Aqui ele pediu-me, aflito, que lhe contasse tudo. Custou-me, mas revelei-lhe a confidência da mãe. A impressão foi profunda e dolorosa, mas o sentimento do pudor e da religião pôde serená-la depressa. Quis prolongar a conversação; ele não o quis, não podia, e achei natural que não pudesse; pouco falou, distraído ou absorto, e despediu-se dali a alguns minutos.

Não foi para casa, como soube depois; foi andar, andar muito, revolvendo na memória as duras palavras que lhe disse. Só entrou em casa depois de oito horas da noite, e recolheu-se ao quarto. A mãe estava aflita: pressentira a minha revelação, e receou alguma imprudência; provavelmente arrependeu-se de tudo. Certo é que, logo que soube da chegada do filho, foi ter com ele; Félix não lhe disse nada, mas a expressão do rosto mostrou a D. Antônia o estado da alma. Félix queixou-se de dor de cabeça, e ficou só.

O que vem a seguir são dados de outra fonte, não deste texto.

/**
 * Diffusion and implant profiles and their junctions (profile forms: Fick's
 * law solutions and the LSS Gaussian, common practice, no source).
 */
import {
  characteristicLength,
  diffusedDensity,
  implantDensity,
  implantPeakDensity,
  implantSpan,
  junctionDepth,
  resolveProfile,
  PROFILE_CODES,
} from '../../../src/physics/layers/profiles';
import { erfcinv } from '../../../src/physics/layers/specialFunctions';
import { integrate } from '../../../src/physics/layers/integrate';
import { CM_PER_UM } from '../../../src/physics';

describe('junction depth of diffused layers', () => {
  it('follows xj = L·sqrt(ln(Ns/NB)) (Gaussian) and xj = L·erfcinv(NB/Ns) (erfc)', () => {
    expect(junctionDepth('gaussian', 1e19, 0.5, 1e15)).toBeCloseTo(0.5 * Math.sqrt(Math.log(1e4)), 14);
    expect(junctionDepth('erfc', 1e20, 0.2, 1e16)).toBeCloseTo(0.2 * erfcinv(1e-4), 14);
  });

  it.each(PROFILE_CODES.map((p) => [p]))('puts N(xj) = background and inverts characteristicLength (%s)', (profile) => {
    for (const [ns, nb, lengthUm] of [
      [1e19, 1e15, 0.5],
      [3e20, 1e17, 0.05],
      [2e16, 1e16, 3],
    ] as const) {
      const xj = junctionDepth(profile, ns, lengthUm, nb);
      expect(diffusedDensity({ profile, surfaceConcentration: ns, characteristicLength: lengthUm }, xj) / nb).toBeCloseTo(1, 11);
      expect(characteristicLength(profile, ns, xj, nb) / lengthUm).toBeCloseTo(1, 13);
    }
  });

  it('puts the erfc junction shallower than the Gaussian one for the same L at Ns/NB = 1e4', () => {
    expect(junctionDepth('erfc', 1e19, 1, 1e15)).toBeLessThan(junctionDepth('gaussian', 1e19, 1, 1e15));
    // At Ns/NB = 1e4: erfcinv(1e-4) ≈ 2.75 < sqrt(ln 1e4) ≈ 3.03 — the erfc falls faster at first.
  });

  it('rejects Ns ≤ NB, NB ≤ 0 and L ≤ 0 with messages saying what is allowed', () => {
    expect(() => junctionDepth('gaussian', 1e15, 1, 1e15)).toThrow(/must exceed the background/);
    expect(() => junctionDepth('erfc', 1e15, 1, 0)).toThrow(/background must be/);
    expect(() => junctionDepth('erfc', 1e18, 0, 1e15)).toThrow(/characteristic length must be/);
    expect(() => characteristicLength('gaussian', 1e18, -1, 1e15)).toThrow(/junction depth must be/);
  });

  it('parses profile codes case-insensitively, gaussian by default', () => {
    expect(resolveProfile()).toBe('gaussian');
    expect(resolveProfile(' ERFC ')).toBe('erfc');
    expect(() => resolveProfile('linear')).toThrow(/Allowed: gaussian, erfc/);
  });
});

describe('as-implanted Gaussian', () => {
  it('holds the whole dose when Rp is many ΔRp deep: ∫N dx = Φ', () => {
    const implant = { dose: 2e13, range: 1, straggle: 0.08 };
    const peak = implantPeakDensity(implant.dose, implant.straggle * CM_PER_UM);
    const retained = integrate((x) => implantDensity(implant, peak, x), [0, 1, 2]).value * CM_PER_UM;
    expect(retained / implant.dose).toBeCloseTo(1, 10);
  });

  it('places junctions at Rp ± ΔRp·sqrt(2 ln(Npeak/NB)), clipped at the surface', () => {
    const implant = { dose: 1e12, range: 0.5, straggle: 0.1 };
    const peak = implantPeakDensity(implant.dose, implant.straggle * CM_PER_UM);
    const buried = implantSpan(implant, peak, 1e15);
    expect(buried.buried).toBe(true);
    expect(implantDensity(implant, peak, buried.top) / 1e15).toBeCloseTo(1, 10);
    expect(implantDensity(implant, peak, buried.bottom) / 1e15).toBeCloseTo(1, 10);
    const shallow = implantSpan({ dose: 1e14, range: 0.1, straggle: 0.04 }, implantPeakDensity(1e14, 0.04 * CM_PER_UM), 1e15);
    expect(shallow).toMatchObject({ top: 0, buried: false });
  });

  it('refuses a peak at or below the background', () => {
    expect(() => implantSpan({ dose: 1e9, range: 0.1, straggle: 0.1 }, implantPeakDensity(1e9, 1e-5), 1e15)).toThrow(
      /does not exceed the background/,
    );
  });
});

Foi ele mesmo que me contou tudo isso, no dia seguinte, indo a minha casa. Agradeceu-me ainda uma vez, mas queixou-se do singular silêncio da mãe. Expliquei-lho, a meu modo; era natural que lhe custasse a revelação, e não a fizesse antes de tentar qualquer outro meio.

— Seja como for, estou curado, disse ele. A noite fez-me bem. O sentimento que essa menina me inspirou converteu-se agora em outro, e creia que pela imaginação já me acostumei a chamá-la irmã; creia mais que acho nisto um sabor particular, talvez por ser filho único.

Apertei-lhe a mão, aprovando. Confesso que esperava menos pronta conformidade. Cuidei que tivesse de assistir a muito desespero, e até lágrimas. Tanto melhor. Ele, depois de alguns instantes, consultou-me se acharia prudente revelar tudo à moça; também eu já tinha pensado nisso, e não resolvera nada. Era difícil; mas não achava modo de não ser assim mesmo. Depois de algum exame, assentamos de não dizer nada, salvo em último caso.

Os dias que se seguiram foram naturalmente de constrangimento. Os hóspedes de D. Antônia notaram alguma coisa na família, que não era habitual; e a baronesa resolveu voltar para a fazenda, logo depois da festa da Glória. Sinhazinha é que não sei se reparou em alguma coisa; continuava a ter os mesmos modos do primeiro dia. A idéia de casá-la com o filho de D. Antônia entrou a parecer-me natural, e até indispensável. Conversei com ela; vi que era inteligente, dócil e meiga, ainda que fria; assim parecia, ao menos. Casaria com ele, ou com outro, à vontade da avó. No dia 15, devia ir Lalau para a casa, e eu, que o sabia, lá não fui, apesar do convite especial que tivera para jantar. Não fui, não tive ânimo de ver o primeiro encontro da alegria expansiva e ruidosa da moça com a frieza e o afastamento do rapaz. Deixei de lá ir cinco dias; apareci a 20 de agosto.